Jim is the resident freeware aficionado at DCT. A computer veteran with 30+ years experience who first started writing about computers and tech back in the days when freeware was actually free. His first computer was a TRS-80 in the 1980s, he progressed through the Commodore series of computers before moving to PCs in the 1990s. Now retired (aka an old geezer), Jim retains his passion for all things tech and still enjoys building and repairing computers for a select clientele... as well as writing for DCT, of course.

6 Comments

  1. Thanks Jim,
    Easy to follow instructions for computer users who have little or no knowledge
    relating to back-ups or afraid of creating a ‘stuff-up’ or tampering within the realms of the the unknown.
    I cleaned up a computer for a neighbour last week (socially apart and hand washing 😉 and my written back-up instructions from last year were not followed through (annoying).
    Your colourful, step by step instructions I will put on a USB, copy to computers of friends, neighbours etc; with a colourful shortcut on the desktops/lap-tops screens.

    Regards,

    Jonno

    • Cheers Jonno.

      Some of my really bad clients, as in have no clue about computers, I create an image of their system while it is in good nick and keep the image stored on an external hard drive in a folder under the client’s name. Comes in handy occasionally..

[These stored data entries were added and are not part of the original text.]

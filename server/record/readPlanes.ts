import { TILE_ENTRIES } from "../../shared/domain/limits.ts";
import type { Reader } from "../db/reader.ts";
import { assemble } from "../ingest/assemble.ts";
import type { StoredTile } from "../ingest/assemble.ts";
import { PLANE_WIDTH, unpackPlanes } from "../ingest/planes.ts";
import type { PlaneName, PlaneTiles } from "../ingest/planes.ts";
import { decodeTile } from "../ingest/tiles.ts";

/** A stored snapshot without its numbers. */
export interface SnapshotPlanes {
  readonly id: number;
  readonly rows: number;
  readonly columns: number;
  readonly floor: number;
  readonly planes: readonly PlaneTiles<number>[];
}

/** Ids are bound as one JSON text: SQLite limits the number of bound values. */
export async function loadSnapshots(reader: Reader, ids: Iterable<number>): Promise<Map<number, SnapshotPlanes>> {
  const rows = await reader.select<{
    id: number;
    rowCount: number;
    columnCount: number;
    floor: number;
    planes: Buffer;
  }>(
    `SELECT id, rowCount, columnCount, floor, planes FROM snapshots
     WHERE id IN (SELECT value FROM json_each($1))`,
    [JSON.stringify([...new Set(ids)])],
  );
  return new Map(
    rows.map(({ id, rowCount, columnCount, floor, planes }) => [
      id,
      { id, rows: rowCount, columns: columnCount, floor, planes: unpackPlanes(planes) },
    ]),
  );
}

/** The snapshot as its build tells it once earlier checks are heard; `coverage` null: as its own numbers tell it. */
export function withCoverage(snapshot: SnapshotPlanes, coverage: Buffer | null): SnapshotPlanes {
  if (coverage === null) return snapshot;
  const own = snapshot.planes.filter((plane) => plane.name !== "verdict");
  return { ...snapshot, planes: [...unpackPlanes(coverage), ...own] };
}

export async function loadTiles(reader: Reader, ids: Iterable<number>): Promise<Map<number, StoredTile>> {
  const rows = await reader.select<{ id: number; encoding: number; data: Buffer }>(
    "SELECT id, encoding, data FROM tiles WHERE id IN (SELECT value FROM json_each($1))",
    [JSON.stringify([...new Set(ids)])],
  );
  return new Map(rows.map(({ id, encoding, data }) => [id, { encoding, data }]));
}

/** Tile ids of one plane; empty where the snapshot has none of that name. */
export function tilesOf(
  planes: readonly PlaneTiles<number>[],
  name: PlaneName,
  reference = 0,
  step = 0,
): readonly number[] {
  const plane = planes.find((p) => p.name === name && p.reference === reference && p.step === step);
  return plane?.tiles ?? [];
}

/** One whole plane, `length` numbers. Cost: its tiles. */
export async function loadPlane(
  reader: Reader,
  planes: readonly PlaneTiles<number>[],
  name: PlaneName,
  length: number,
  reference = 0,
  step = 0,
): Promise<ArrayBuffer> {
  const ids = tilesOf(planes, name, reference, step);
  const tiles = await loadTiles(reader, ids);
  return assemble(
    name,
    ids.map((id) => tiles.get(id) as StoredTile),
    length,
  );
}

/** The numbers of a plane at some entries only, read from the tiles that hold them. */
export class SparsePlane {
  private readonly name: PlaneName;
  private readonly ids: readonly number[];
  private readonly tiles: ReadonlyMap<number, StoredTile>;
  private readonly decoded = new Map<number, DataView>();

  constructor(name: PlaneName, ids: readonly number[], tiles: ReadonlyMap<number, StoredTile>) {
    this.name = name;
    this.ids = ids;
    this.tiles = tiles;
  }

  /** The number at a flat index; its tile must be among those given. */
  at(entry: number): number {
    const index = Math.floor(entry / TILE_ENTRIES);
    const within = entry % TILE_ENTRIES;
    const view = this.viewOf(index);
    const width = PLANE_WIDTH[this.name];
    if (width === 8) return view.getFloat64(within * 8, true);
    return width === 4 ? view.getFloat32(within * 4, true) : view.getUint8(within);
  }

  private viewOf(index: number): DataView {
    const known = this.decoded.get(index);
    if (known) return known;
    const tile = this.tiles.get(this.ids[index]);
    if (!tile) throw new RangeError(`tile ${index} of plane ${this.name} was not loaded`);
    const bytes = decodeTile(tile.encoding, tile.data, PLANE_WIDTH[this.name]);
    const view = new DataView(bytes.buffer, bytes.byteOffset, bytes.byteLength);
    this.decoded.set(index, view);
    return view;
  }
}

/** Indices of the tiles that hold the given entries (flat, ascending or not). */
export function tileIndicesOf(entries: Iterable<number>): Set<number> {
  const indices = new Set<number>();
  for (const entry of entries) indices.add(Math.floor(entry / TILE_ENTRIES));
  return indices;
}

/** Planes of several snapshots at some entries, with one query for all their tiles. */
export async function loadSparsePlanes<N extends PlaneName>(
  reader: Reader,
  wanted: readonly { readonly snapshot: SnapshotPlanes; readonly entries: Iterable<number> }[],
  names: readonly N[],
): Promise<Record<N, SparsePlane>[]> {
  const ids = new Set<number>();
  for (const { snapshot, entries } of wanted) {
    const indices = tileIndicesOf(entries);
    for (const name of names) {
      const tiles = tilesOf(snapshot.planes, name);
      for (const index of indices) ids.add(tiles[index]);
    }
  }
  const tiles = await loadTiles(reader, ids);
  return wanted.map(
    ({ snapshot }) =>
      Object.fromEntries(
        names.map((name) => [name, new SparsePlane(name, tilesOf(snapshot.planes, name), tiles)]),
      ) as Record<N, SparsePlane>,
  );
}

  2. Hi, I was wondering what would happen if I used Aomei Backupper as above but selected to restore the system image not back to the drive it came from, but to another drive that was larger, and still had more than enough space free for the image once fully expanded? Would it work, & would it wipe anything?

    • Hi Luke,

      Yes, you can restore an image to any hard drive, does not have to be back to the original drive. Restoring the image would normally wipe any existing data on the drive. However, if the drive were to be partitioned, say into two separate partitions, you could retain any existing data on one partition and restore the image to the other partition.